> Problem to solve
Down to the final character, output the records below as they stand.
···
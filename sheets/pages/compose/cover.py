"""The cover: settings and order at a glance, what the job needs, what all of it rests on."""

from __future__ import annotations

from collections.abc import Sequence

from sheets.amounts import Finding
from sheets.pages.compose.faces import test_point, window_text
from sheets.pages.compose.matter import Matter
from sheets.pages.document import (
    Act,
    Block,
    Heading,
    KeyLines,
    Paragraph,
    Section,
    SheetKind,
    Steps,
    Table,
)
from sheets.wording.findings import say_finding, say_not_in_use


def cover(matter: Matter, job: Sequence[Section]) -> Section:
    """First page of the pack; ``job`` are the sheets of the job itself, in order."""
    machine = matter.machine
    blocks: list[Block] = [_settings(matter), _job(matter, job)]
    blocks += [Paragraph(text=text) for text in say_not_in_use(matter.speaker, matter.procedure)]
    blocks += [
        Heading(text=matter.text("needs_title"), level=2),
        KeyLines(rows=_needs(matter)),
        Heading(text=matter.text("basis_heading"), level=2),
        Paragraph(text=matter.text("basis_model", dated=machine.dated.isoformat(), engine=matter.engine)),
        Paragraph(text=matter.text("basis_walk")),
        Paragraph(text=matter.text("basis_scope", tag=machine.tag)),
        Paragraph(text=matter.text("basis_persons")),
    ]
    if matter.site and matter.site.local_rules:
        blocks += [Paragraph(text=rule) for rule in matter.site.local_rules]
    warnings = _warnings(matter)
    if warnings:
        blocks.append(Heading(text=matter.text("open_points"), level=2))
        blocks += [Paragraph(text=" ".join(say_finding(matter.speaker, finding))) for finding in warnings]
    return Section(
        kind=SheetKind.COVER,
        bookmark=matter.text("cover_title"),
        title=matter.text("cover_title"),
        subject=machine.tag,
        lines=(
            matter.text("cover_line", name=machine.name, area=machine.area),
            matter.text(
                "task_line",
                task=matter.procedure.task.kind.value,
                part=matter.procedure.task.part,
                dated=machine.dated.isoformat(),
            ),
        ),
        banner=None,
        blocks=tuple(blocks),
    )


def _settings(matter: Matter) -> Table:
    found, speaker = matter.procedure.search.found(), matter.speaker
    rows = []
    for number, id_ in enumerate(matter.procedure.order.sequence, start=1):
        choice = found[id_].gauge
        rows.append(
            (
                str(number),
                speaker.adjuster(id_),
                f"{speaker.target_digits(id_)} {matter.figures.pressure_unit}",
                window_text(matter, choice),
                matter.figures.second(choice.target_bar),
                f"{choice.gauge} at {test_point(matter, choice)}",
            )
        )
    return Table(
        title=matter.text("settings_title"),
        head=("", "adjuster", matter.text("target"), matter.text("accept"), "", "gauge"),
        rows=tuple(rows),
        shares=(0.05, 0.32, 0.14, 0.18, 0.13, 0.18),
    )


def _job(matter: Matter, job: Sequence[Section]) -> Table:
    """Every sheet of the job with its state of power and its steps."""
    rows = []
    for section in job:
        numbers = [
            step.number for block in section.blocks if isinstance(block, Steps) for step in block.steps
        ]
        acts = [block.number for block in section.blocks if isinstance(block, Act)]
        if numbers:
            span = matter.text("steps_span", first=numbers[0], last=numbers[-1])
        else:
            span = matter.text("acts_span", first=acts[0], last=acts[-1])
        subject = "" if section.subject == matter.machine.tag else f" {section.subject}"
        rows.append((f"{section.title}{subject}", section.banner.word if section.banner else "", span))
    return Table(
        title=matter.text("job_title"),
        head=("sheet", "power", "what to do"),
        rows=tuple(rows),
        shares=(0.52, 0.22, 0.26),
    )


def _needs(matter: Matter) -> tuple[tuple[str, str], ...]:
    speaker, machine = matter.speaker, matter.machine
    low, high = speaker.oil_window()
    tools: dict[str, None] = {}
    for id_ in matter.procedure.order.sequence:
        adjuster = speaker.screws[id_].adjuster
        tools[adjuster.key] = None
        if adjuster.lock_nut:
            tools[f"spanner {adjuster.lock_nut}"] = None
    gauges = {state.gauge.gauge: None for state in matter.procedure.search.found().values()}
    shown = "; ".join(
        f"{id_}: {machine.gauges[id_].kind}, 0 to {matter.figures.pressure(machine.gauges[id_].range_bar)}"
        for id_ in gauges
    )
    return (
        ("Crew", matter.text("crew", stop=speaker.stop)),
        ("Tools", "; ".join(tools)),
        ("Gauges", shown),
        ("Oil", f"{machine.fluid.kind} {machine.fluid.grade}, {low} to {high}"),
    )


def _warnings(matter: Matter) -> tuple[Finding, ...]:
    return (*matter.targets.findings, *matter.procedure.findings)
···
> The completed task
filename sheets/pages/compose/cover.py
"""The cover: settings and order at a glance, what the job needs, what all of it rests on."""

from __future__ import annotations

from collections.abc import Sequence

from sheets.amounts import Finding
from sheets.pages.compose.faces import test_point, window_text
from sheets.pages.compose.matter import Matter
from sheets.pages.document import (
    Act,
    Block,
    Heading,
    KeyLines,
    Paragraph,
    Section,
    SheetKind,
    Steps,
    Table,
)
from sheets.wording.findings import say_finding, say_not_in_use


def cover(matter: Matter, job: Sequence[Section]) -> Section:
    """First page of the pack; ``job`` are the sheets of the job itself, in order."""
    machine = matter.machine
    blocks: list[Block] = [_settings(matter), _job(matter, job)]
    blocks += [Paragraph(text=text) for text in say_not_in_use(matter.speaker, matter.procedure)]
    blocks += [
        Heading(text=matter.text("needs_title"), level=2),
        KeyLines(rows=_needs(matter)),
        Heading(text=matter.text("basis_heading"), level=2),
        Paragraph(text=matter.text("basis_model", dated=machine.dated.isoformat(), engine=matter.engine)),
        Paragraph(text=matter.text("basis_walk")),
        Paragraph(text=matter.text("basis_scope", tag=machine.tag)),
        Paragraph(text=matter.text("basis_persons")),
    ]
    if matter.site and matter.site.local_rules:
        blocks += [Paragraph(text=rule) for rule in matter.site.local_rules]
    warnings = _warnings(matter)
    if warnings:
        blocks.append(Heading(text=matter.text("open_points"), level=2))
        blocks += [Paragraph(text=" ".join(say_finding(matter.speaker, finding))) for finding in warnings]
    return Section(
        kind=SheetKind.COVER,
        bookmark=matter.text("cover_title"),
        title=matter.text("cover_title"),
        subject=machine.tag,
        lines=(
            matter.text("cover_line", name=machine.name, area=machine.area),
            matter.text(
                "task_line",
                task=matter.procedure.task.kind.value,
                part=matter.procedure.task.part,
                dated=machine.dated.isoformat(),
            ),
        ),
        banner=None,
        blocks=tuple(blocks),
    )


def _settings(matter: Matter) -> Table:
    found, speaker = matter.procedure.search.found(), matter.speaker
    rows = []
    for number, id_ in enumerate(matter.procedure.order.sequence, start=1):
        choice = found[id_].gauge
        rows.append(
            (
                str(number),
                speaker.adjuster(id_),
                f"{speaker.target_digits(id_)} {matter.figures.pressure_unit}",
                window_text(matter, choice),
                matter.figures.second(choice.target_bar),
                f"{choice.gauge} at {test_point(matter, choice)}",
            )
        )
    return Table(
        title=matter.text("settings_title"),
        head=("", "adjuster", matter.text("target"), matter.text("accept"), "", "gauge"),
        rows=tuple(rows),
        shares=(0.05, 0.32, 0.14, 0.18, 0.13, 0.18),
    )


def _job(matter: Matter, job: Sequence[Section]) -> Table:
    """Every sheet of the job with its state of power and its steps."""
    rows = []
    for section in job:
        numbers = [
            step.number for block in section.blocks if isinstance(block, Steps) for step in block.steps
        ]
        acts = [block.number for block in section.blocks if isinstance(block, Act)]
        if numbers:
            span = matter.text("steps_span", first=numbers[0], last=numbers[-1])
        else:
            span = matter.text("acts_span", first=acts[0], last=acts[-1])
        subject = "" if section.subject == matter.machine.tag else f" {section.subject}"
        rows.append((f"{section.title}{subject}", section.banner.word if section.banner else "", span))
    return Table(
        title=matter.text("job_title"),
        head=("sheet", "power", "what to do"),
        rows=tuple(rows),
        shares=(0.52, 0.22, 0.26),
    )


def _needs(matter: Matter) -> tuple[tuple[str, str], ...]:
    speaker, machine = matter.speaker, matter.machine
    low, high = speaker.oil_window()
    tools: dict[str, None] = {}
    for id_ in matter.procedure.order.sequence:
        adjuster = speaker.screws[id_].adjuster
        tools[adjuster.key] = None
        if adjuster.lock_nut:
            tools[f"spanner {adjuster.lock_nut}"] = None
    gauges = {state.gauge.gauge: None for state in matter.procedure.search.found().values()}
    shown = "; ".join(
        f"{id_}: {machine.gauges[id_].kind}, 0 to {matter.figures.pressure(machine.gauges[id_].range_bar)}"
        for id_ in gauges
    )
    return (
        ("Crew", matter.text("crew", stop=speaker.stop)),
        ("Tools", "; ".join(tools)),
        ("Gauges", shown),
        ("Oil", f"{machine.fluid.kind} {machine.fluid.grade}, {low} to {high}"),
    )


def _warnings(matter: Matter) -> tuple[Finding, ...]:
    return (*matter.targets.findings, *matter.procedure.findings)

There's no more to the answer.